Mai 2022 – Communiqué de la société civile sur la proposition de directive sur le devoir de vigilance des entreprises en matière de durabilité

Les organisations de la société civile et syndicales soussignées accueillent favorablement la proposition de directive de la Commission sur le devoir de vigilance des entreprises en matière de durabilité.

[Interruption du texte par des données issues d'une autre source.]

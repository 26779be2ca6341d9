import { type BrowserContext, chromium, type Page } from 'playwright-core';
import type { Entry } from './ledger.js';
import { reader } from './museum.js';

/** A Chromium that speaks to nobody but the house. */
export const flags = [
  '--no-sandbox',
  '--disable-gpu',
  '--disable-background-networking',
  '--disable-component-update',
  '--disable-sync',
  '--no-first-run',
];
const SOON_MS = 20_000;
/** Longer than a hand rests before a draft is written (150 ms). */
const REST_MS = 350;
const SETTLES_MS = 250;
/** How often a box is looked at for a figure that a dying tab may still be writing. */
const LOOKS = 12;
const SENT_WITHIN_MS = 90_000;
/** As if nothing of it had ever reached the disk. */
const forgetAll = `new Promise((resolve, reject) => {
  const opening = indexedDB.open('ellwand-workroom');
  opening.onerror = reject;
  opening.onsuccess = () => {
    const clearing = opening.result.transaction(['outbox', 'drafts'], 'readwrite');
    clearing.objectStore('outbox').clear();
    clearing.objectStore('drafts').clear();
    clearing.oncomplete = () => resolve(true);
  };
})`;
/** What is on the tablet's own disk. */
const countAll = `new Promise((resolve, reject) => {
  const opening = indexedDB.open('ellwand-workroom');
  opening.onerror = reject;
  opening.onsuccess = () => {
    const looking = opening.result.transaction(['outbox', 'drafts']);
    const outbox = looking.objectStore('outbox').getAll();
    const drafts = looking.objectStore('drafts').getAll();
    looking.oncomplete = () => resolve(JSON.stringify({ outbox: outbox.result, drafts: drafts.result }));
  };
})`;
const DIES_WITHIN_MS = 300;

/** Points of the sheet that take one figure each and come before the garment is turned. */
export const points: readonly string[] = [
  'bust',
  'waist',
  'inner-waist-band',
  'neck',
  'side-seam',
  'armscye',
];

export interface Seat {
  readonly chromium: string;
  readonly profile: string;
  readonly url: string;
  readonly sheetId: string;
  /** For the control: whatever waits on the disk is gone when a tab dies. */
  readonly forgetful: boolean;
}

/** A tablet at the table: a browser with a profile that outlives its tabs, and a hand that types. */
export class Tablet {
  private constructor(
    private readonly seat: Seat,
    private readonly context: BrowserContext,
    private page: Page,
  ) {}

  static async open(seat: Seat): Promise<Tablet> {
    const context = await chromium.launchPersistentContext(seat.profile, {
      executablePath: seat.chromium,
      args: flags,
      viewport: { width: 1024, height: 768 },
      locale: 'en-GB',
    });
    const page = context.pages()[0] ?? (await context.newPage());
    const tablet = new Tablet(seat, context, page);
    await tablet.attend(page);
    return tablet;
  }

  async signIn(): Promise<void> {
    await this.page.goto(`${this.seat.url}/workroom/sign-in`);
    await sayWhoItIs(this.page);
    await this.page.getByRole('heading', { name: 'Garments', level: 1 }).waitFor();
    // The shell must be on this tablet before the network goes.
    await this.page.evaluate('navigator.serviceWorker.ready.then(() => true)');
    await this.staySignedIn(this.page);
  }

  /** Opens the sheet, from the tablet alone where there is no network, and goes past what is said once. */
  async openSheet(): Promise<void> {
    await this.page.goto(`${this.seat.url}/workroom/sheets/${this.seat.sheetId}`);
    await this.box(points[0]!).click();
    // The question about how the garment lies may come a moment after the boxes.
    await this.page.waitForTimeout(SETTLES_MS);
  }

  /** Types a figure and leaves it in its box. */
  async type({ point, figure }: Entry): Promise<void> {
    await this.box(point).click();
    await this.box(point).fill(figure);
    await this.page.waitForTimeout(REST_MS);
  }

  async enter(point: string): Promise<void> {
    await this.box(point).press('Enter');
  }

  /** Whether a figure stands in its box, also where the tab that died wrote it down a moment late. */
  async comesBack({ point, figure }: Entry): Promise<boolean> {
    for (let look = 0; look < LOOKS; look++) {
      if ((await this.box(point).inputValue()) === figure) return true;
      await this.page.waitForTimeout(SETTLES_MS);
    }
    return false;
  }

  /** Until everything that was keyed is at the museum. */
  async allSent(): Promise<void> {
    // Reading a box lets whoever must sign in again do so first.
    await this.box(points[0]!).click({ trial: true });
    const sent = this.page.getByText(/^All readings sent/);
    // A tablet that forgets may have nothing to send, and then never says so.
    if (this.seat.forgetful) await sent.waitFor({ timeout: SOON_MS / 4 }).catch(() => undefined);
    else await sent.waitFor({ timeout: SENT_WITHIN_MS });
  }

  /** The tab dies without being told: no handler of the page runs. */
  async kill(): Promise<void> {
    const dying = this.page;
    if (this.seat.forgetful) await dying.evaluate(forgetAll);
    this.page = await this.context.newPage();
    await this.attend(this.page);
    await this.staySignedIn(this.page);
    const session = await this.context.newCDPSession(dying);
    // A renderer that has died answers nothing any more: nobody waits for it long.
    const dead = session.send('Page.crash').catch(() => undefined);
    await Promise.race([dead, this.page.waitForTimeout(DIES_WITHIN_MS)]);
    const gone = dying.close({ runBeforeUnload: false }).catch(() => undefined);
    await Promise.race([gone, this.page.waitForTimeout(DIES_WITHIN_MS)]);
  }

  /** What the tablet shows just now, for whoever must find out why a round came to a halt. */
  async shown(): Promise<string> {
    const text = await this.page
      .locator('body')
      .innerText({ timeout: REST_MS })
      .catch(() => 'a page that is dead');
    const waits = await this.page.evaluate<string>(countAll).catch(() => 'nobody knows what');
    return `${this.page.url()} holds ${waits} and shows: ${text.replace(/\s+/g, ' ').slice(0, 400)}`;
  }

  async close(): Promise<void> {
    await this.context.close();
  }

  /** Says "it lies so" whenever the garment is to be turned. */
  private async attend(page: Page): Promise<void> {
    page.setDefaultTimeout(SOON_MS);
    const lies = page.getByRole('button', { name: /It lies so/ });
    await page.addLocatorHandler(lies, () => lies.click());
  }

  /** Signs in again where a broken network has cost the session: what was keyed waits for that. */
  private async staySignedIn(page: Page): Promise<void> {
    await page.addLocatorHandler(page.getByLabel('Password', { exact: true }), () => sayWhoItIs(page));
  }

  private box(point: string) {
    return this.page.locator(`#reading-${point}-1`);
  }
}

/** Signs in as the reader, also where only the password is asked for again. */
export async function sayWhoItIs(page: Page): Promise<void> {
  const email = page.getByLabel('E-mail address');
  if (await email.isEditable().catch(() => false)) await email.fill(reader.email);
  await page.getByLabel('Password', { exact: true }).fill(reader.password);
  await page.getByRole('button', { name: 'Sign in' }).click();
}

Nous sommes convaincu·e·s qu’il s’agit d’une étape essentielle et attendue depuis longtemps pour la reconnaissance de la responsabilité des entreprises en matière de droits humains et garantir l’accès à la justice aux victimes.

Il est cependant urgent de remédier à certaines lacunes significatives qui risquent d’empêcher la directive de déployer les effets positifs dont les populations, la planète et le climat ont urgemment besoin et que les citoyen·ne·s de l’UE, les travailleur·euse·s et communautés affecté·e·s par les violations commises par les entreprises, réclament depuis longtemps.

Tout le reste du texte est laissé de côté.